## Problem to work on
Each line of the data below that carries the word "string" needs to be copied.

## Data for review

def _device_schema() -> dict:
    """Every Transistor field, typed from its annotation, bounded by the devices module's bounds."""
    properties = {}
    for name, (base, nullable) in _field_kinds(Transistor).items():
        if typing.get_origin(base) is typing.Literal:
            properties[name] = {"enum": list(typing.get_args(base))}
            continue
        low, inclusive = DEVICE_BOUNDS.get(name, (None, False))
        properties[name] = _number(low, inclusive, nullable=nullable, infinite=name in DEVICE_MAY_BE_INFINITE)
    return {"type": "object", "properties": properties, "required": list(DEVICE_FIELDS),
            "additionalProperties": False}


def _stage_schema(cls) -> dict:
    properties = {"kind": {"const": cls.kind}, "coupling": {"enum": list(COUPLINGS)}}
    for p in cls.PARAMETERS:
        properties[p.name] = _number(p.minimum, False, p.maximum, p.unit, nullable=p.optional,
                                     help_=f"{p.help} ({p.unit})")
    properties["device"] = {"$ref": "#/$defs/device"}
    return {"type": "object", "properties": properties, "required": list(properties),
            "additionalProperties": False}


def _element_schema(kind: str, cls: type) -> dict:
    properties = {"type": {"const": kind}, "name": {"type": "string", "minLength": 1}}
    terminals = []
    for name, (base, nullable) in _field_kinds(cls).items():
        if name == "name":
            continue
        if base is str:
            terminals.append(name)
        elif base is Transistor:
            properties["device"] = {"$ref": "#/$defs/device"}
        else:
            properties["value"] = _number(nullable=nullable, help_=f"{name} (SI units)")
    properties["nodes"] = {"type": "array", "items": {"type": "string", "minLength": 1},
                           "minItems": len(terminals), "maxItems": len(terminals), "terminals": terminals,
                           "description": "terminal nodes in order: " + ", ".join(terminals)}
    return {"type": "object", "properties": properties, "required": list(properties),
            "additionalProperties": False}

...

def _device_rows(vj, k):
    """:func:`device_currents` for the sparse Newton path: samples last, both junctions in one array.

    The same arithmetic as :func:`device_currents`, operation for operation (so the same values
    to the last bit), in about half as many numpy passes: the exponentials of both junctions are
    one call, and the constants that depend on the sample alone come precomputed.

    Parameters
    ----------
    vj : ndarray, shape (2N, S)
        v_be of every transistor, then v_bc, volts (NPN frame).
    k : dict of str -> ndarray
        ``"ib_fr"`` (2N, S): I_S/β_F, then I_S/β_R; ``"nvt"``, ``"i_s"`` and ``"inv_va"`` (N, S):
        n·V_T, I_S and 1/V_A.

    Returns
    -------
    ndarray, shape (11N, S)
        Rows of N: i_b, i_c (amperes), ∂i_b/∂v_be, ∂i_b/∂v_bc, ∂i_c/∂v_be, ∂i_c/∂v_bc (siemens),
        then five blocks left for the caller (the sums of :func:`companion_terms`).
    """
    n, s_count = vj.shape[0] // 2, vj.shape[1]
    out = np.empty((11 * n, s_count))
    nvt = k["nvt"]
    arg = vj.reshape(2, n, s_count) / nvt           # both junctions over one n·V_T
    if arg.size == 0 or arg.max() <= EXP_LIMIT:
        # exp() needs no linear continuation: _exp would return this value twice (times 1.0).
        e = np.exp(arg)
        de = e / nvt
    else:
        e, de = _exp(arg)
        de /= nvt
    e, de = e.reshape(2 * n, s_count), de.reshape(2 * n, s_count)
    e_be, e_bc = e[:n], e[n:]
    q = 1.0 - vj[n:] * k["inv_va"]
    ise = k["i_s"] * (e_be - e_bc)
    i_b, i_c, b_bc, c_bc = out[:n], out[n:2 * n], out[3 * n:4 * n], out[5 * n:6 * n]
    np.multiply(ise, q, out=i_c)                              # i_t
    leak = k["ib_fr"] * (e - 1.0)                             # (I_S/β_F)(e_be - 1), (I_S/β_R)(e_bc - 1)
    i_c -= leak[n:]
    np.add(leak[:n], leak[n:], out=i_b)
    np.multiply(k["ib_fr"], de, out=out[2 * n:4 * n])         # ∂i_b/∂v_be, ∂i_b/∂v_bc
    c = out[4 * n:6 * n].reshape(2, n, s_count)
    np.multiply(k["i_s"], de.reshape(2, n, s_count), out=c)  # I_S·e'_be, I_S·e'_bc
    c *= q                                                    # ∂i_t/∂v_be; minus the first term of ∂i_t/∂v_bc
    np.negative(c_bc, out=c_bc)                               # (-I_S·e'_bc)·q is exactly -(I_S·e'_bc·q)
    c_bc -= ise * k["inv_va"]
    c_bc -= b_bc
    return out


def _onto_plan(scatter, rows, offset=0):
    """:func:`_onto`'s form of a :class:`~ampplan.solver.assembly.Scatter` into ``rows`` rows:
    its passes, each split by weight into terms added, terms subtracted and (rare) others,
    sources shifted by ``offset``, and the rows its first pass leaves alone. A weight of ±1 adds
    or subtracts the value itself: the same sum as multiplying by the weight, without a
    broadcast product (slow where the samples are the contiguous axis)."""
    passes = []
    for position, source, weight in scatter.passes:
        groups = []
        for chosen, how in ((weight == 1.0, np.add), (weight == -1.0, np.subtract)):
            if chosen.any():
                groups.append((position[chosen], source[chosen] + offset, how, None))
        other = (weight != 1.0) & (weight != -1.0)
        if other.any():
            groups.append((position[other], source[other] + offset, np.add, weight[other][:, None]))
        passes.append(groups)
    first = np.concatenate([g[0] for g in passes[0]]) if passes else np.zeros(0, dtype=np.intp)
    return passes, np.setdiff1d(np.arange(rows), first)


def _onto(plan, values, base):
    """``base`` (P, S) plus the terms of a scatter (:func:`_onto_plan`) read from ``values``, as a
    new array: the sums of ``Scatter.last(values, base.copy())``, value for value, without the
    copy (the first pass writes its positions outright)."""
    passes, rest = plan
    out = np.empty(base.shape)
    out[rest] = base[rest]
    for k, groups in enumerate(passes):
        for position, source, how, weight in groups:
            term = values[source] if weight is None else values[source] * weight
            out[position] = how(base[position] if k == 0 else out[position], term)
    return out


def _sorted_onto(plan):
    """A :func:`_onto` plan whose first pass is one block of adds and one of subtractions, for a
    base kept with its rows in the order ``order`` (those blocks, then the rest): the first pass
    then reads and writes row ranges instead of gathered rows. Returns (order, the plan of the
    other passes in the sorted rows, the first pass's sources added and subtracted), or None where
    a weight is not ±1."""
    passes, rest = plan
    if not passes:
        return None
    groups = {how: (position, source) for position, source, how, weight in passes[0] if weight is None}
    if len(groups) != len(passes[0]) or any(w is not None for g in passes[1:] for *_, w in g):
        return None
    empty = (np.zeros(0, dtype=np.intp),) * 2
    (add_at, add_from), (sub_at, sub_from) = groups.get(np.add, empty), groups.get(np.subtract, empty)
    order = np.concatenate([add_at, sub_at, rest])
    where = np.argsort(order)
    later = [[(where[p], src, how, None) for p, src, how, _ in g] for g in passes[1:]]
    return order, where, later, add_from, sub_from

## Task solution
    properties = {"type": {"const": kind}, "name": {"type": "string", "minLength": 1}}
    properties["nodes"] = {"type": "array", "items": {"type": "string", "minLength": 1},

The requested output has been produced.